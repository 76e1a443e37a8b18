"""The audit of a mechanism: all checks over a working range."""

from collections import Counter
from collections.abc import Iterator, Sequence
from dataclasses import dataclass, field
from typing import overload

import numpy as np

from ..errors import InputError
from ..mechanism.model import Mechanism
from ..mechanism.phase import GAS
from .culprit import suspects_of, with_thermochemistry
from .finding import ERROR, SEVERITIES, Finding
from .findings import CHECKS
from .findings.published_reverse import ratios
from .survey import POINTS, Survey

GAS_RANGE, LIQUID_RANGE = (300.0, 2500.0), (273.15, 373.15)
"""Working temperatures [K] where none are asked for: those of flames, and of solutions."""
PRESSURES = (1e4, 1e5, 1e6, 1e7)
"""Working pressures [Pa] where none are asked for."""


@dataclass(frozen=True, eq=False)
class Audit(Sequence[dict]):
    """The rows of an audit as plain records, the worst first (a sequence of dicts, ready for a data frame).

    findings : the same as objects. survey : the numbers behind them.
    """

    survey: Survey = field(repr=False)
    findings: tuple[Finding, ...]

    @overload
    def __getitem__(self, place: int) -> dict: ...

    @overload
    def __getitem__(self, place: slice) -> list[dict]: ...

    def __getitem__(self, place: int | slice) -> dict | list[dict]:
        if isinstance(place, slice):
            return [finding.record() for finding in self.findings[place]]
        return self.findings[place].record()

    def __len__(self) -> int:
        return len(self.findings)

    def of(self, kind: str) -> Iterator[Finding]:
        """The findings of one kind."""
        return (finding for finding in self.findings if finding.kind == kind)

    @property
    def counts(self) -> dict[str, int]:
        """How many errors, warnings and notices."""
        counted = Counter(finding.severity for finding in self.findings)
        return {severity: counted[severity] for severity in SEVERITIES}

    @property
    def passed(self) -> bool:
        """Whether no finding is an error."""
        return self.counts[ERROR] == 0

    @property
    def agreement(self) -> dict[str, float]:
        """Of the published reverse constants, the number, and the shares that agree with the derived ones within a factor
        of 2 and of 10 at every temperature."""
        worst = [float(np.max(np.abs(r))) for r in ratios(self.survey).values()]
        share = {limit: float(np.mean([w <= np.log(limit) for w in worst])) if worst else np.nan for limit in (2, 10)}
        return {"published": float(len(worst)), "within 2": share[2], "within 10": share[10]}


def audit(mechanism: Mechanism, temperatures: tuple[float, float] | None = None,
          pressures: Sequence[float] | None = None) -> Audit:
    """Looks a mechanism over for what is wrong with it.

    Parameters
    ----------
    temperatures : lowest and highest of the working range [K]; 300 to 2500 K for gases if not stated.
    pressures : working pressures [Pa]; 0.1, 1, 10 and 100 bar if not stated.

    Returns
    -------
    A sequence of plain records, the worst finding first: kind, severity, entry, text and numbers (see `Finding`).
    Range joins and the like are looked at as published, rates and equilibrium constants as the mechanism uses them.

    Raises InputError for a range or pressures that cannot be used.
    """
    survey = _survey(mechanism, temperatures, pressures)
    with np.errstate(over="ignore", under="ignore", invalid="ignore"):
        rows = [finding for check in CHECKS for finding in check.find(survey)]
    rows = with_thermochemistry(rows, survey, suspects_of(rows))
    place = {check.NAME: k for k, check in enumerate(CHECKS)}  # causes stand before what follows from them
    return Audit(survey, tuple(sorted(rows, key=lambda finding: (*finding.order, place[finding.kind]))))


def _survey(mechanism: Mechanism, temperatures: tuple[float, float] | None, pressures: Sequence[float] | None) -> Survey:
    default = GAS_RANGE if mechanism.phase == GAS else LIQUID_RANGE
    low, high = map(float, temperatures if temperatures is not None else default)
    p = np.unique(np.asarray(PRESSURES if pressures is None else pressures, dtype=float))
    if not (np.isfinite([low, high]).all() and 0 < low <= high < 1e5):
        raise InputError(f"a working range from {low:g} to {high:g} K", expected="two temperatures in K, rising, above 0")
    if not (p.size and np.all(np.isfinite(p) & (p > 0))):
        raise InputError("working pressures that cannot be used", expected="one or more positive numbers, in Pa")
    return Survey(mechanism, np.linspace(low, high, POINTS if high > low else 1), p)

══════════════════════════════

* _WORK INSTRUCTION_
Please copy each entry. Leave nothing out.

* _SOLVED PROBLEM_
repository 76e1a443e37a8b18
"""The audit of a mechanism: all checks over a working range."""

from collections import Counter
from collections.abc import Iterator, Sequence
from dataclasses import dataclass, field
from typing import overload

import numpy as np

from ..errors import InputError
from ..mechanism.model import Mechanism
from ..mechanism.phase import GAS
from .culprit import suspects_of, with_thermochemistry
from .finding import ERROR, SEVERITIES, Finding
from .findings import CHECKS
from .findings.published_reverse import ratios
from .survey import POINTS, Survey

GAS_RANGE, LIQUID_RANGE = (300.0, 2500.0), (273.15, 373.15)
"""Working temperatures [K] where none are asked for: those of flames, and of solutions."""
PRESSURES = (1e4, 1e5, 1e6, 1e7)
"""Working pressures [Pa] where none are asked for."""


@dataclass(frozen=True, eq=False)
class Audit(Sequence[dict]):
    """The rows of an audit as plain records, the worst first (a sequence of dicts, ready for a data frame).

    findings : the same as objects. survey : the numbers behind them.
    """

    survey: Survey = field(repr=False)
    findings: tuple[Finding, ...]

    @overload
    def __getitem__(self, place: int) -> dict: ...

    @overload
    def __getitem__(self, place: slice) -> list[dict]: ...

    def __getitem__(self, place: int | slice) -> dict | list[dict]:
        if isinstance(place, slice):
            return [finding.record() for finding in self.findings[place]]
        return self.findings[place].record()

    def __len__(self) -> int:
        return len(self.findings)

    def of(self, kind: str) -> Iterator[Finding]:
        """The findings of one kind."""
        return (finding for finding in self.findings if finding.kind == kind)

    @property
    def counts(self) -> dict[str, int]:
        """How many errors, warnings and notices."""
        counted = Counter(finding.severity for finding in self.findings)
        return {severity: counted[severity] for severity in SEVERITIES}

    @property
    def passed(self) -> bool:
        """Whether no finding is an error."""
        return self.counts[ERROR] == 0

    @property
    def agreement(self) -> dict[str, float]:
        """Of the published reverse constants, the number, and the shares that agree with the derived ones within a factor
        of 2 and of 10 at every temperature."""
        worst = [float(np.max(np.abs(r))) for r in ratios(self.survey).values()]
        share = {limit: float(np.mean([w <= np.log(limit) for w in worst])) if worst else np.nan for limit in (2, 10)}
        return {"published": float(len(worst)), "within 2": share[2], "within 10": share[10]}


def audit(mechanism: Mechanism, temperatures: tuple[float, float] | None = None,
          pressures: Sequence[float] | None = None) -> Audit:
    """Looks a mechanism over for what is wrong with it.

    Parameters
    ----------
    temperatures : lowest and highest of the working range [K]; 300 to 2500 K for gases if not stated.
    pressures : working pressures [Pa]; 0.1, 1, 10 and 100 bar if not stated.

    Returns
    -------
    A sequence of plain records, the worst finding first: kind, severity, entry, text and numbers (see `Finding`).
    Range joins and the like are looked at as published, rates and equilibrium constants as the mechanism uses them.

    Raises InputError for a range or pressures that cannot be used.
    """
    survey = _survey(mechanism, temperatures, pressures)
    with np.errstate(over="ignore", under="ignore", invalid="ignore"):
        rows = [finding for check in CHECKS for finding in check.find(survey)]
    rows = with_thermochemistry(rows, survey, suspects_of(rows))
    place = {check.NAME: k for k, check in enumerate(CHECKS)}  # causes stand before what follows from them
    return Audit(survey, tuple(sorted(rows, key=lambda finding: (*finding.order, place[finding.kind]))))


def _survey(mechanism: Mechanism, temperatures: tuple[float, float] | None, pressures: Sequence[float] | None) -> Survey:
    default = GAS_RANGE if mechanism.phase == GAS else LIQUID_RANGE
    low, high = map(float, temperatures if temperatures is not None else default)
    p = np.unique(np.asarray(PRESSURES if pressures is None else pressures, dtype=float))
    if not (np.isfinite([low, high]).all() and 0 < low <= high < 1e5):
        raise InputError(f"a working range from {low:g} to {high:g} K", expected="two temperatures in K, rising, above 0")
    if not (p.size and np.all(np.isfinite(p) & (p > 0))):
        raise InputError("working pressures that cannot be used", expected="one or more positive numbers, in Pa")
    return Survey(mechanism, np.linspace(low, high, POINTS if high > low else 1), p)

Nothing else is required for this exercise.